For a larger reset window — say, after a phishing campaign:

  1. From Users > Active users, select the checkboxes for the users (or the header checkbox to select everyone, then unselect yourself — you can’t reset your own password in the same batch).
  2. Select Reset password at the top.
  3. Choose Automatically create a password and Require change on first sign-in.
  4. Select Reset password, then Print the resulting list of new credentials. Treat it as sensitive.

Reset for a Global Administrator

Global Administrators can reset other Global Administrators’ passwords — but if you’re the only Global Admin and you’ve forgotten yours, you have two options:

  • Use Forgot password at the sign-in screen if you have a backup phone or alternate email recorded on the account
  • Open a Microsoft support ticket — they can verify ownership and reset

This is exactly why you should always have at least two Global Administrator accounts (or one Global Admin plus one Privileged Authentication Administrator).

Self-service password reset (better than this)

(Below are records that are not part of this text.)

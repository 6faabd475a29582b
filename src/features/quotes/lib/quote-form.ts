import * as z from 'zod/mini';
import { transformWithIssues } from '../../../lib/transform-with-issues';
import { createQuoteRequestBodySchema } from '../../../../shared/schemas/order.schema';
import type { CreateQuoteRequestBody } from '../../../../shared/schemas/order.schema';

export const branchField = (id: number) => `branch.${id}`;

/** The quote form read into the API body and checked with the shared schema; ticked branches become branch_ids. */
export function quoteFormSchema(estimateId: number) {
  return z.pipe(
    z.record(z.string(), z.string()),
    transformWithIssues((values, ctx): CreateQuoteRequestBody => {
      const branch_ids = Object.keys(values)
        .filter((key) => key.startsWith('branch.') && values[key] === 'on')
        .map((key) => Number(key.slice('branch.'.length)));
      const from = (values.time_window ?? '').trim();
      const to = (values.time_window_to ?? '').trim();
      if (Boolean(from) !== Boolean(to)) ctx.addIssue({ code: 'custom', path: ['time_window'], message: 'give the start and the end of the window, or neither' });
      const body = {
        estimate_id: estimateId,
        branch_ids,
        requested_date: values.requested_date ?? '',
        time_window: from && to ? `${from}-${to}` : null,
        delivery_method: values.delivery_method,
        notes: values.notes ?? '',
        po_reference: values.po_reference ?? '',
      };
      const checked = createQuoteRequestBodySchema.safeParse(body);
      if (!checked.success) {
        for (const issue of checked.error.issues) ctx.addIssue({ code: 'custom', path: [String(issue.path[0] ?? 'branch_ids')], message: issue.message });
        return z.NEVER;
      }
      return checked.data;
    }),
  );
}
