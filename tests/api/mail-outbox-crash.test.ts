import { spawn, type ChildProcess } from 'node:child_process';
import { mkdtempSync, rmSync } from 'node:fs';
import { createServer } from 'node:net';
import { tmpdir } from 'node:os';
import { join } from 'node:path';
import { afterAll, beforeAll, describe, expect, it } from 'vitest';
import { createDb, type Db } from '../../server/db/knex';
import { TEST_PASSWORD, makeOrgWithUser } from '../setup/factories';
import { startMailCapture } from '../setup/mail-capture';
import { createTestPgDatabase } from '../setup/pg-database';

const ROOT = new URL('../../', import.meta.url).pathname;
const BURST = 24;

let dir: string;
let pg: Awaited<ReturnType<typeof createTestPgDatabase>> | undefined;
let mail: Awaited<ReturnType<typeof startMailCapture>>;
let db: Db | undefined;
let child: ChildProcess | undefined;

beforeAll(async () => {
  dir = mkdtempSync(join(tmpdir(), 'ridgeload-crash-'));
  pg = process.env.TEST_DB === 'postgres' ? await createTestPgDatabase() : undefined;
  mail = await startMailCapture();
});
afterAll(async () => {
  child?.kill('SIGKILL');
  await db?.destroy();
  await mail.close();
  await pg?.drop();
  rmSync(dir, { recursive: true, force: true });
});

async function freePort(): Promise<number> {
  return new Promise((resolve) => {
    const s = createServer();
    s.listen(0, '127.0.0.1', () => {
      const { port } = s.address() as { port: number };
      s.close(() => resolve(port));
    });
  });
}

/** The server as a process of its own (run from the sources), on this test's database and mail capture. */
async function startServer(port: number, mailWorker: 'on' | 'off'): Promise<ChildProcess> {
  const env: Record<string, string> = {
    PATH: process.env.PATH ?? '',
    NODE_ENV: 'test',
    PORT: String(port),
    HOST: '127.0.0.1',
    DATA_DIR: dir,
    SEED_DEMO: 'never',
    SMTP_URL: `smtp://127.0.0.1:${mail.port}`,
    MAIL_WORKER: mailWorker,
    SESSION_SECRET: 'a-crash-test-session-secret-of-forty-chars',
    LOGIN_RATE_LIMIT: '1000',
    ...(pg ? { DATABASE_URL: pg.url } : {}),
  };
  const proc = spawn(process.execPath, ['--import', 'tsx', 'server/index.ts'], { cwd: ROOT, env, stdio: ['ignore', 'ignore', 'pipe'] });
  let stderr = '';
  proc.stderr!.on('data', (d: Buffer) => (stderr += d.toString()));
  // Started from the sources on an empty database, so it compiles and migrates first: slow on a busy machine.
  const deadline = Date.now() + 150_000;
  for (;;) {
    if (proc.exitCode !== null) throw new Error(`the server stopped at start: ${stderr}`);
    const res = await fetch(`http://127.0.0.1:${port}/api/health`).catch(() => null);
    if (res?.ok) return proc;
    if (Date.now() > deadline) throw new Error(`the server did not answer within 150 s: ${stderr}`);
    await new Promise((r) => setTimeout(r, 100));
  }
}

function killHard(proc: ChildProcess): Promise<void> {
  return new Promise((resolve) => {
    proc.once('exit', () => resolve());
    proc.kill('SIGKILL');
  });
}

describe('mail across a crash', () => {
  it('sends every committed e-mail exactly once after the server is killed before sending and started again', async () => {
    const port = await freePort();
    child = await startServer(port, 'off');
    db = createDb(pg ? pg.url : join(dir, 'ridgeload.sqlite'));
    const owner = await makeOrgWithUser(db, 'contractor', 'contractor_owner');
    const url = `http://127.0.0.1:${port}`;
    // A browser's cookie and CSRF token, by hand over plain fetch.
    let cookie = '';
    const call = async (method: string, path: string, body?: unknown, token?: string) => {
      const res = await fetch(`${url}${path}`, {
        method,
        headers: { cookie, ...(token ? { 'x-csrf-token': token } : {}), ...(body ? { 'content-type': 'application/json' } : {}) },
        body: body ? JSON.stringify(body) : undefined,
      });
      const set = res.headers
        .getSetCookie()
        .map((c) => c.split(';')[0])
        .join('; ');
      if (set) cookie = set;
      return { status: res.status, body: (await res.json().catch(() => null)) as Record<string, unknown> | null };
    };
    const token = async () => (await call('GET', '/api/auth/csrf')).body!.token as string;
    expect((await call('POST', '/api/auth/login', { email: owner.email, password: TEST_PASSWORD }, await token())).status).toBe(200);
    const csrf = await token();

    // A burst of invitations, each committed with its e-mail before it is answered.
    const addresses = Array.from({ length: BURST }, (_, i) => `crash.${i}@outbox.test`);
    const answers = await Promise.all(addresses.map((email) => call('POST', '/api/invitations', { email, role: 'contractor_estimator' }, csrf)));
    expect(answers.map((a) => a.status)).toEqual(addresses.map(() => 201));
    await killHard(child);
    child = undefined;

    // Nothing was sent; everything committed is waiting.
    expect(mail.messages).toHaveLength(0);
    const queued = (await db('mail_outbox').whereIn('recipient', addresses).select('message_id', 'status')) as { message_id: string; status: string }[];
    expect(queued).toHaveLength(BURST);
    expect(queued.every((r) => r.status === 'queued')).toBe(true);
    // A row caught between the mail server's accept and being marked sent (the worst moment to die):
    // claimed by the dead process long ago, and already delivered once.
    const caught = queued[0]!.message_id;
    await db('mail_outbox')
      .where({ message_id: caught })
      .update({ status: 'sending', claimed_by: 'the-dead-server', claimed_at: new Date(Date.now() - 10 * 60_000).toISOString(), attempts: 1 });
    const [caughtRow] = await db('mail_outbox').where({ message_id: caught }).select('recipient', 'subject', 'text', 'html');
    await mail.mailer.send({ to: caughtRow.recipient, subject: caughtRow.subject, text: caughtRow.text, html: caughtRow.html, messageId: caught });

    child = await startServer(port, 'on');
    const deadline = Date.now() + 30_000;
    while ((await db('mail_outbox').whereIn('recipient', addresses).whereNot({ status: 'sent' }).count({ n: '*' }).first())!.n !== 0) {
      if (Date.now() > deadline) throw new Error('the restarted server did not send the outbox within 30 s');
      await new Promise((r) => setTimeout(r, 100));
    }
    // Give a second sending of anything the chance to arrive before counting.
    await new Promise((r) => setTimeout(r, 500));
    const byId = new Map<string, number>();
    for (const m of mail.messages) byId.set(m.messageId, (byId.get(m.messageId) ?? 0) + 1);
    // Every committed e-mail arrived; each Message-ID once, except the one caught mid-send, which
    // arrived twice with one Message-ID (a receiving server keeps one of them).
    expect([...byId.keys()].sort()).toEqual(queued.map((r) => r.message_id).sort());
    expect([...byId.entries()].filter(([, n]) => n !== 1)).toEqual([[caught, 2]]);
    expect(new Set(mail.messages.map((m) => m.to)).size).toBe(BURST);
  }, 420_000);
});
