import { spawn, type ChildProcess } from 'node:child_process';
import { dirname, join } from 'node:path';
import { createInterface } from 'node:readline';
import { afterAll, beforeAll, describe, expect, it } from 'vitest';
import { TEST_PASSWORD } from '../setup/factories';
import { contractorWithEstimate, merchantWithCatalogue, orderBody } from '../setup/order-scenario';
import { createTestApp, type TestApp } from '../setup/test-app';

// Two server processes on one database (SQLite file or PostgreSQL), each with its own connections
// and nothing in memory in common, and 200 desks' confirmations alternated between them, all
// competing for the same few pallets: the database alone decides who gets the stock.
const ORDERS = 200;
const TILES_PER_ORDER = 12;
const BATTENS_PER_ORDER = 3;
const COVERED = 37; // orders the tile stock covers; the spare tiles are fewer than one more order needs

let t: TestApp;
let servers: { url: string; child: ChildProcess }[] = [];
beforeAll(async () => {
  t = await createTestApp({ LOGIN_RATE_LIMIT: '1000' });
  servers = await Promise.all([0, 1].map(() => startServerProcess(t)));
}, 60_000);
afterAll(async () => {
  await Promise.all(servers.map((s) => stopServerProcess(s.child)));
  await t?.close();
});

async function startServerProcess(of: TestApp): Promise<{ url: string; child: ChildProcess }> {
  const env = {
    ...process.env,
    SESSION_SECRET: of.config.sessionSecret,
    ...(of.config.databaseUrl ? { DATABASE_URL: of.config.databaseUrl } : { DATA_DIR: dirname(of.config.databaseFile) }),
  };
  const child = spawn(process.execPath, ['--import', 'tsx', join(import.meta.dirname, '../setup/server-process.ts')], { env, stdio: ['pipe', 'pipe', 'inherit'] });
  const first = await new Promise<string>((resolve, reject) => {
    child.once('exit', (code) => reject(new Error(`server process ended with ${code} before listening`)));
    createInterface({ input: child.stdout! }).once('line', resolve);
  });
  return { url: (JSON.parse(first) as { url: string }).url, child };
}

function stopServerProcess(child: ChildProcess): Promise<void> {
  if (child.exitCode !== null) return Promise.resolve();
  return new Promise((resolve) => {
    child.once('exit', () => resolve());
    child.stdin!.end();
  });
}

/** Signs in over HTTP on one server, as a browser does; the session then works on either server. */
async function signInOver(url: string, email: string): Promise<{ cookie: string; token: string }> {
  const first = await fetch(`${url}/api/auth/csrf`);
  const anon = (first.headers.get('set-cookie') ?? '').split(';')[0];
  const login = await fetch(`${url}/api/auth/login`, {
    method: 'POST',
    headers: { 'content-type': 'application/json', 'x-csrf-token': ((await first.json()) as { token: string }).token, cookie: anon },
    body: JSON.stringify({ email, password: TEST_PASSWORD }),
  });
  expect(login.status, await login.clone().text()).toBe(200);
  const cookie = (login.headers.get('set-cookie') ?? anon).split(';')[0];
  const again = await fetch(`${url}/api/auth/csrf`, { headers: { cookie } });
  return { cookie, token: ((await again.json()) as { token: string }).token };
}

describe('200 confirmations split across two server processes, racing for the last pallets', () => {
  it('confirms exactly the orders the stock covers, refuses the rest with 409, never answers 500 and never oversells', async () => {
    const m = await merchantWithCatalogue(t);
    const k = await contractorWithEstimate(t, m);
    const tileId = m.product('TRS-FL420-SG');
    const battenId = m.product('TRS-BAT-3825');
    // One order placed through the API, copied 199 times in the database (lines and all): the race
    // is in the confirmations, and placing 200 orders one by one would only slow the test.
    const placed = await k.c.post(
      '/api/orders',
      orderBody(k, m, {
        lines: [
          { product_id: tileId, quantity: TILES_PER_ORDER },
          { product_id: battenId, quantity: BATTENS_PER_ORDER },
        ],
      }),
    );
    expect(placed.status, JSON.stringify(placed.body)).toBe(201);
    const ids: number[] = [placed.body.id as number];
    const { id: _order, ...orderRow } = await t.db('orders').where({ id: ids[0] }).first();
    const lineRows = ((await t.db('order_lines').where({ order_id: ids[0] }).orderBy('id')) as { id: number }[]).map(({ id: _line, ...rest }) => rest);
    await t.db.transaction(async (trx) => {
      for (let i = 1; i < ORDERS; i++) {
        const [row] = await trx('orders')
          .insert({ ...orderRow, po_reference: `PO-RACE-${i}` })
          .returning('id');
        const id = typeof row === 'object' ? (row as { id: number }).id : (row as number);
        await trx('order_lines').insert(lineRows.map((l) => ({ ...l, order_id: id })));
        ids.push(id);
      }
    });
    const tileStock = COVERED * TILES_PER_ORDER + TILES_PER_ORDER - 1;
    await t.db('branch_products').where({ branch_id: m.branchId, product_id: tileId }).update({ on_hand: tileStock, reserved: 0 });
    await t
      .db('branch_products')
      .where({ branch_id: m.branchId, product_id: battenId })
      .update({ on_hand: ORDERS * BATTENS_PER_ORDER * 2, reserved: 0 });

    // Two desks, each signed in on one server; every request goes to the other server from the last.
    const desks = [await signInOver(servers[0].url, m.salesEmail), await signInOver(servers[1].url, m.ownerEmail)];
    const answers = await Promise.all(
      ids.map(async (id, i) => {
        const desk = desks[Math.floor(i / 2) % 2];
        // A client waits as long as a 503 asks (Retry-After) and tries again; any other answer is final.
        for (let attempt = 1; ; attempt++) {
          const res = await fetch(`${servers[i % 2].url}/api/orders/${id}/confirm`, {
            method: 'POST',
            headers: { 'content-type': 'application/json', 'x-csrf-token': desk.token, cookie: desk.cookie },
            body: '{}',
          });
          const body = (await res.json()) as { error?: { code: string; details?: { sku: string; requested: number }[] } };
          if (res.status === 503 && attempt < 5) {
            await new Promise((r) => setTimeout(r, Number(res.headers.get('retry-after') ?? 1) * 1000));
            continue;
          }
          return { id, status: res.status, body };
        }
      }),
    );
    const byStatus = Object.fromEntries([...new Set(answers.map((a) => a.status))].map((s) => [s, answers.filter((a) => a.status === s).length]));
    expect(byStatus).toEqual({ 200: COVERED, 409: ORDERS - COVERED });
    for (const a of answers.filter((x) => x.status === 409)) {
      expect(a.body.error).toMatchObject({ code: 'insufficient_stock', details: [expect.objectContaining({ sku: 'TRS-FL420-SG', requested: TILES_PER_ORDER })] });
    }
    // Both servers took part in the winning.
    const winners = answers.filter((a) => a.status === 200).map((a) => a.id);
    expect(new Set(winners.map((id) => ids.indexOf(id) % 2)).size).toBe(2);

    const tile = await t.db('branch_products').where({ branch_id: m.branchId, product_id: tileId }).first();
    const batten = await t.db('branch_products').where({ branch_id: m.branchId, product_id: battenId }).first();
    expect({ on_hand: tile.on_hand, reserved: tile.reserved }).toEqual({ on_hand: tileStock, reserved: COVERED * TILES_PER_ORDER });
    expect(batten.reserved).toBe(COVERED * BATTENS_PER_ORDER);
    const confirmed = ((await t.db('orders').whereIn('id', ids).where({ status: 'confirmed' }).pluck('id')) as number[]).sort((x, y) => x - y);
    expect(confirmed).toEqual(winners.sort((x, y) => x - y));
    const held = (await t.db('order_lines').whereIn('order_id', ids).select('product_id').sum({ r: 'reserved_quantity' }).groupBy('product_id')) as { product_id: number; r: number }[];
    expect(new Map(held.map((h) => [h.product_id, Number(h.r)]))).toEqual(
      new Map([
        [tileId, tile.reserved],
        [battenId, batten.reserved],
      ]),
    );
    expect(
      await t
        .db('order_lines')
        .whereIn(
          'order_id',
          ids.filter((id) => !confirmed.includes(id)),
        )
        .where('reserved_quantity', '>', 0)
        .first(),
    ).toBeUndefined();
  }, 180_000);
});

For organizations larger than a handful of users, self-service password reset (SSPR) dramatically cuts helpdesk volume. Microsoft includes it free with all Microsoft 365 plans for cloud-only password resets; on-premises writeback requires Microsoft Entra ID P1.

To enable it:

  1. In the Microsoft 365 admin center, go to Settings > Org settings > Security & privacy.
  2. Select Self-service password reset.
  3. Select Go to the Azure portal to turn on self-service password reset (this opens the Microsoft Entra admin center).
  4. On the Password reset > Properties page, choose All users, or Selected with a target group.
  5. Select Save.
  6. Configure authentication methods on the Authentication methods blade — typically Microsoft Authenticator, SMS, and a backup email.

Users register at https://aka.ms/ssprsetup on first prompt and reset at https://passwordreset.microsoftonline.com when they’re locked out.

PowerShell equivalent

For scripted resets, use Microsoft Graph PowerShell:

Connect-MgGraph -Scopes "Directory.AccessAsUser.All"

$password = @{
  Password                      = "TempReset!ChangeMeNow123"
  ForceChangePasswordNextSignIn = $true
}

Update-MgUser `
  -UserId          "jakob@contoso.com" `
  -PasswordProfile $password

# Then revoke existing sessions
Revoke-MgUserSignInSession -UserId "jakob@contoso.com"

Notes and gotchas

  • Synced (hybrid) accounts: if your tenant runs Microsoft Entra Connect, password resets in the admin center may not stick — you should reset in on-premises Active Directory and let it sync. To reset cloud passwords for hybrid users, you need password writeback enabled (Microsoft Entra ID P1 or higher).
  • Outlook on the web sticks around: even after sign-out, an OWA tab the user already has open will keep working until they navigate away or refresh. Don’t rely on sign-out alone for active mailbox kicks; consider a password reset plus blocking sign-in.
  • Don’t email credentials in plain text. Print to PDF and use a secure channel — in-person, an encrypted password manager share, or a Teams chat (where messages are end-to-end encrypted with the right policy).
  • Permissions: the Password Administrator role can reset most users’ passwords but cannot reset privileged admins. To reset a Global Admin’s password, you need the Privileged Authentication Administrator role.